Later on this same page, Becker quotes Kierkegaard as urging parents to “let the child be allowed to develop itself” while being sure to watch out for the child’s safety, which is also a parental duty. “The art is to leave the child to itself in the very highest measure and on the greatest possible scale,” Kierkegaard writes, “and to express this apparent abandonment in such a way that, unobserved, one at the same time knows everything” (ibid. 71).
Since I’ve already been mulling over some ideas related to the satisfaction of the child’s wanderlust, I think I’ll be writing about them according to the way we played as children, if we were allowed to play at all. We wandered in our play and in our thought lives, though usually out of the structure of a predictable home life, which gave us something like a hive to return to after gathering whatever heady nectar we could find. While I realize that not all of us have had this luxury, many of us did. And many of the young parents I know of today give their children similarly uncluttered lives during their early childhoods because they know the value of that unblocked life. They sacrifice so that one parent can stay home, or they share responsibilities so that the children can be at home. They home school, they swear off many activities; they allow their children to play; they play with their children. They are in danger of raising children who are awake and who will carry some awareness into adulthood with them, and who possibly will be able to bring love and awareness to a mostly unconscious world.
I’m also going to return to writing about some of the fundamentals of analytic psychology, probably beginning with some maps of the psyche, which I will intermingle with myth, so as to lay a good foundation for the theoretical writing I’ve also been wanting to do here.
Catch a Feeling Firefly
If you read here regularly, I wonder if you’d indulge me by thinking about your own childhoods, going back to the flow of days during which nothing much happened, but when the passing of time nurtured and fed you. You’ll know which days I mean by finding strings of days, days on end, whose memory causes a wave of nostalgia to overcome you. Days that now fill you with longing, or a pang of loss, deep joy, or deep gratitude. Sometimes you may think of them and feel great sorrow over something you’ve lost.

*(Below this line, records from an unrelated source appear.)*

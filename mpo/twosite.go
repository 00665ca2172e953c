package mpo

import (
	"rundle/internal/dense"
	"rundle/internal/task"
	"rundle/mps"
	"rundle/mps/block"
)

// TwoSiteVariance returns what single-site and two-site changes of psi see of ||(h - E) psi||² / ||psi||², and the number of operations it
// took (multiplications and additions, complex ones counted once): the squared norms of h psi projected on the complement
// of psi's tensors at one site and at two neighbours,
//
//	sum_i ||P_i h psi||² + sum_i ||P_{i,i+1} h psi||²   (Hubig, Haegeman, Schollwoeck 2018).
//
// The spaces are orthogonal to each other and to psi, so that the sum is never above the full variance but by rounding, some (eps |E|)².
// It is the full variance where no term of h reaches over more than two neighbouring sites. Longer terms also lead to changes of three and
// more sites, which it misses: on a ladder in rung-major order every hop along a leg is one. How much is missing depends on the
// model; see TestTwoSiteVarianceMisses.
//
// h must add no charge. It costs about one application of the projected Hamiltonian a site and a bond, a small part of Variance.
func TwoSiteVariance[T dense.Scalar](psi *mps.Chain[T], h *Operator[T], pool *task.Pool) (variance, flops float64) {
	mustAct("two-site variance", h, psi)
	psi = normalized(psi, 0, pool)
	n := psi.Len()
	plan := NewPlanner(h)
	right := make([]*block.Tensor[T], n)
	right[n-1] = RightEdge(h, psi.Charge(), psi.Charge())
	var ws Workspace[T]
	for i := n - 1; i > 0; i-- {
		a := psi.Sites[i]
		g := plan.RightIsometry(i, right[i], a.Structure)
		right[i-1] = block.New[T](g.Out)
		g.Run(right[i-1], right[i], a, a, &ws, pool)
		flops += g.Flops()
	}
	variance, more, _ := TwoSiteVarianceFrom(psi, plan, func(i int) (*block.Tensor[T], error) { return right[i], nil }, &ws, pool) // nothing to fail
	return variance, flops + more
}

// TwoSiteVarianceFrom is TwoSiteVariance of a normalized chain with its centre at the first site, where the environments stand already:
// right(i) returns the one right of site i. An error of right ends the work.
func TwoSiteVarianceFrom[T dense.Scalar](psi *mps.Chain[T], plan *Planner[T], right func(i int) (*block.Tensor[T], error), ws *Workspace[T],
	pool *task.Pool) (variance, flops float64, err error) {
	if psi.Center != 0 {
		panic("mpo: two-site variance of a chain whose centre is not its first site")
	}
	n := psi.Len()
	left, centre := LeftEdge(plan.op), psi.Sites[0]
	here, err := right(0)
	if err != nil {
		return 0, 0, err
	}
	var factors block.Workspace[T]
	for i := range n {
		q, c, err := block.QR(centre, 2, &factors, pool)
		if err != nil {
			return 0, 0, err
		}
		y, count := plan.applied(i, left, here, centre, ws, pool)
		flops += count
		leave(y, q)
		variance += square(y)
		if i == n-1 {
			break
		}
		next := psi.Sites[i+1]
		if here, err = right(i + 1); err != nil {
			return 0, 0, err
		}
		theta := block.Contract(centre, next, []int{2}, []int{0})
		y, count = plan.applied(i, left, here, theta, ws, pool)
		flops += count
		leave(y, q)
		leaveRight(y, next)
		variance += square(y)

		g := plan.LeftIsometry(i, left, q.Structure)
		grown := block.New[T](g.Out)
		g.Run(grown, left, q, q, ws, pool)
		flops += g.Flops()
		left, centre = grown, block.Contract(c, next, []int{1}, []int{0})
	}
	return variance, flops, nil
}

// applied returns the projected operator on x, a tensor of one site or of two from site i on, and the operations of one application.
func (p *Planner[T]) applied(i int, left, right, x *block.Tensor[T], ws *Workspace[T], pool *task.Pool) (*block.Tensor[T], float64) {
	h := p.Project(i, len(x.Axes)-2, left, right, x.Structure)
	defer h.Release()
	y := block.New[T](x.Structure)
	h.Apply(y.Data, x.Data, ws, pool)
	return y, h.Flops()
}

// leave takes out of y, with the axes (l, s, ...), what lies in the span of the left-canonical tensor a: y -= a (a^+ y).
func leave[T dense.Scalar](y, a *block.Tensor[T]) {
	along := block.Contract(a.Conj(), y, []int{0, 1}, []int{0, 1})
	y.Axpy(dense.FromFloat[T](-1), block.Contract(a, along, []int{2}, []int{0}))
}

// leaveRight takes out of y, with the axes (..., s, r), what lies in the span of the right-canonical tensor b: y -= (y b^+) b.
func leaveRight[T dense.Scalar](y, b *block.Tensor[T]) {
	k := len(y.Axes)
	along := block.Contract(y, b.Conj(), []int{k - 2, k - 1}, []int{1, 2})
	y.Axpy(dense.FromFloat[T](-1), block.Contract(along, b, []int{k - 2}, []int{0}))
}

func square[T dense.Scalar](y *block.Tensor[T]) float64 {
	norm := y.Norm()
	return norm * norm
}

Maybe it was days you spent with your grandparents, or days you spent at home doing nothing; a day with your brother or sister, a family vacation. Think back to the hours or days when life felt like an afternoon in a hammock, or time on a quilt under a tree with your very best friend.
Think about it, or feel your way back to it, and write it out for yourself. I don’t mean you have to write about it here, as a comment, or even on your own blog; but I do want you to write about it. Get it down somehow when your level of feeling or emotion (affect) rises up and squeezes you in the middle of your chest, right around your heart, and you begin to feel a little weepy or giddy. Right . . . there. That’s the part we want. Catch it like a firefly in a jar, and get very close to that feeling, and then write about it. Write it all out, the memories surrounding it: where you were, who you were with, what you were doing, what it smelled, tasted, and sounded like there; how long did it last? Capture it in a snapshot of words. And if you don’t want to share it here or on your own blog, just write it down in your journal or save it on your hard drive, because you’re going to need this word snapshot. It’s a map of sorts, and you’ll need it for where we’re going together. This will be a place you’ll return to because I’ll remind you to go there.
Ready? Good. Quiet yourself and get alone for a bit, and then take your snapshot. Think it through. Feel it out. Find the edges of it. Then write.